Remember, regardless of exactly who had a hand in writing this letter, one thing is entirely certain; Jorge Bergoglio wanted it, and the declaration, published, and that includes their passionate defense of the so-called “synodal path,” which is being presented in the letter as a valid expression of, if you will allow, Bergoglian spirituality.
The most important takeaway is simply this: Francis evidently agrees.
Also deserving of attention is Marx’s statement in the declaration saying that he was asked by a journalist “whether one of the bishops had taken responsibility and offered his resignation in light of the presentation of the survey [on the sex abuse crisis].”

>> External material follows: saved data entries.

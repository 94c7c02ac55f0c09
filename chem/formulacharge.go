package chem

import (
	"strings"
	"unicode/utf8"
)

const maxCharge = 99

// tail reads what follows the parts: the charge and the state.
func (p *formulaParser) tail() {
	if p.err != nil {
		return
	}
	p.spaces()
	p.charge()
	p.spaces()
	if p.err != nil || p.at >= len(p.text) {
		return
	}
	if state := p.stateAt(p.at); state != "" {
		p.formula.state = state
		p.say(tokenState, "("+state+")")
		return
	}
	p.unexpected()
}

// charge reads a charge, if one stands here.
func (p *formulaParser) charge() {
	if p.at >= len(p.text) {
		return
	}
	begin := p.at
	c, r := p.text[p.at], rune(0)
	r, _ = utf8.DecodeRuneInString(p.text[p.at:])
	_, isSign := signAt(p.text, p.at)
	switch {
	case c == '^':
		p.caretCharge()
	case isSign > 0:
		p.signedCharge()
	case isDigit(c):
		p.numberedCharge()
	case superscriptDigit(r) >= 0 || superscriptSign(r) != 0:
		p.superscriptCharge()
	default:
		return
	}
	if n := p.formula.charge; n > maxCharge || n < -maxCharge {
		p.fail(begin, "a charge above 99", "check the number", ErrSyntax)
	}
	if p.err == nil && p.emit != nil && p.formula.charge != 0 {
		p.emit(tokenCharge, chargeNumber(p.formula.charge))
	}
}

// caretCharge reads ^2-, ^-2, ^-, ^{2-} and the like.
func (p *formulaParser) caretCharge() {
	begin := p.at
	p.at++
	braced := p.at < len(p.text) && p.text[p.at] == '{'
	if braced {
		p.at++
	}
	before, _ := p.chargeDigits()
	sign, size := signAt(p.text, p.at)
	if size == 0 {
		p.fail(begin, "a charge without its sign", "write ^2- or ^+", ErrSyntax)
		return
	}
	p.at += size
	after, any := p.chargeDigits()
	if before > 0 && any {
		p.fail(begin, "two numbers in the charge", "write ^2-", ErrSyntax)
		return
	}
	if braced {
		if p.at >= len(p.text) || p.text[p.at] != '}' {
			p.fail(begin, "the charge isn't closed", "add \"}\"", ErrBracket)
			return
		}
		p.at++
	}
	p.formula.charge = sign * max(before, after, 1)
}

// chargeDigits reads the digits of a charge here.
func (p *formulaParser) chargeDigits() (int, bool) {
	n, size := p.digitsAt(p.at)
	p.at += size
	return int(n), size > 0
}

// signedCharge reads -, --, -2 and the same with +.
func (p *formulaParser) signedCharge() {
	sign, n := 0, 0
	for {
		s, size := signAt(p.text, p.at)
		if size == 0 {
			break
		}
		if sign != 0 && s != sign {
			p.fail(p.at, "both signs in one charge", "write ^2- or ^+", ErrSyntax)
			return
		}
		sign = s
		n++
		p.at += size
	}
	if digits, any := p.chargeDigits(); any && n == 1 {
		n = digits
	} else if any {
		p.fail(p.at, "a charge counted twice", "write ^2-", ErrSyntax)
		return
	}
	p.formula.charge = sign * n
}

// numberedCharge reads 2- where a subscript can't stand: after a space or a
// square bracket.
func (p *formulaParser) numberedCharge() {
	begin := p.at
	n, _ := p.chargeDigits()
	sign, size := signAt(p.text, p.at)
	if size == 0 {
		p.at = begin
		p.unexpected()
		return
	}
	p.at += size
	p.formula.charge = sign * n
}

// superscriptCharge reads ²⁻, ⁻, ⁺² and the like.
func (p *formulaParser) superscriptCharge() {
	begin, sign, n := p.at, 0, 0
	for p.at < len(p.text) {
		r, size := utf8.DecodeRuneInString(p.text[p.at:])
		if d := superscriptDigit(r); d >= 0 {
			n = min(n*10+d, maxCharge+1)
		} else if s := superscriptSign(r); s != 0 && sign == 0 {
			sign = s
		} else {
			break
		}
		p.at += size
	}
	if sign == 0 {
		p.fail(begin, "a charge without its sign", "write ²⁻ or ^2-", ErrSyntax)
		return
	}
	p.formula.charge = sign * max(n, 1)
}

// massNumberAt reads the mass number of a nuclide written ¹³C, ^13C or ^{13}C, and
// returns its length; 0 if none stands there.
func (p *formulaParser) massNumberAt(i int) (int, int) {
	end, a := i, 0
	for end < len(p.text) {
		r, size := utf8.DecodeRuneInString(p.text[end:])
		d := superscriptDigit(r)
		if d < 0 {
			break
		}
		a, end = min(a*10+d, 1000), end+size
	}
	if end == i && p.text[i] == '^' {
		a, end = p.caretNumber(i + 1)
	}
	if a == 0 || a > 300 || end >= len(p.text) || !isCapital(p.text[end]) {
		return 0, 0
	}
	return a, end - i
}

// caretNumber reads 13 or {13} at i and returns it with where it ends.
func (p *formulaParser) caretNumber(i int) (int, int) {
	braced := i < len(p.text) && p.text[i] == '{'
	if braced {
		i++
	}
	n, size := p.digitsAt(i)
	i += size
	if braced {
		if i >= len(p.text) || p.text[i] != '}' {
			return 0, i
		}
		i++
	}
	return int(n), i
}

// stateAt returns the state in brackets that ends the text at i, or "".
func (p *formulaParser) stateAt(i int) string {
	switch p.text[i:] {
	case "(s)", "(l)", "(g)", "(aq)":
		return p.text[i+1 : len(p.text)-1]
	}
	return ""
}

// unexpected refuses the character that stands here.
func (p *formulaParser) unexpected() {
	if p.err != nil {
		return
	}
	r, size := utf8.DecodeRuneInString(p.text[p.at:])
	shown := "\"" + p.text[p.at:p.at+size] + "\""
	switch {
	case r == ')' || r == ']' || r == '}':
		p.fail(p.at, "bracket "+shown+" closes none", "take it out or open one before", ErrBracket)
	case r >= 'a' && r <= 'z':
		p.fail(p.at, "small letter "+shown+" where a symbol should begin", "write a capital first", ErrUnknownElement)
	case r >= '0' && r <= '9':
		p.fail(p.at, "a number "+shown+" where a symbol should begin", "write a coefficient only in an equation or after a dot", ErrSyntax)
	default:
		p.fail(p.at, "unexpected "+shown, "write elements, counts, brackets, a dot or a charge", ErrSyntax)
	}
}

// signAt returns the sign at i as +1 or -1 and its length; 0 if none stands there.
func signAt(text string, i int) (sign, size int) {
	switch {
	case i >= len(text):
		return 0, 0
	case text[i] == '+':
		return 1, 1
	case text[i] == '-':
		return -1, 1
	case strings.HasPrefix(text[i:], "−"):
		return -1, len("−")
	}
	return 0, 0
}

func superscriptDigit(r rune) int {
	switch {
	case r == '¹':
		return 1
	case r == '²' || r == '³':
		return int(r-'²') + 2
	case r == '⁰' || r >= '⁴' && r <= '⁹':
		return int(r - '⁰')
	}
	return -1
}

func superscriptSign(r rune) int {
	switch r {
	case '⁺':
		return 1
	case '⁻':
		return -1
	}
	return 0
}

// chargeText writes a charge as "^2-", empty for none.
func chargeText(n int) string {
	if n == 0 {
		return ""
	}
	return "^" + chargeNumber(n)
}

// chargeNumber writes a charge as "2-" or "+".
func chargeNumber(n int) string {
	sign := "+"
	if n < 0 {
		sign, n = "-", -n
	}
	if n == 1 {
		return sign
	}
	return decimalText(int64(n)) + sign
}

“I replied to this question with: ‘No,'” Marx writes, “and also in this case I have increasingly felt afterwards that this question cannot just be set aside.”
In other words, pressure must be put on other bishops in the German conciliar episcopacy to resign as well!
This is aimed, first and foremost, at those who are not on board with the blessing of homo-sex and the synodal path. If a few proponents of Operation Turning Point fall in the process, no matter, the mission will go on.
The way in which this production has been crafted, one must admit, is brilliant since it puts the modernists in a win-win position.
If he accepts Marx’s resignation, Bergoglio will be hailed for his leadership in ridding the Church of episcopal miscreants. Doing so, however, also amounts to his agreement with Marx and the case he put forth in the letter. In other words, accepting the resignation is like saying, “You are correct, you must go for the reasons given,” reasons that serve as justification for implementing the synodal path.
If he fails to accept the resignation, which I think rather unlikely, Bergoglio will most certainly be criticized, but the leader of the synodal path will remain in his place of influence to carry the agenda forward.
In whichever way this thing plays out, the winner has already been decided; it’s the synodal path. So too is it clear who the losers are, namely, the poor souls who continue to believe that the institution led by the likes of Marx and Bergoglio is the Catholic Church.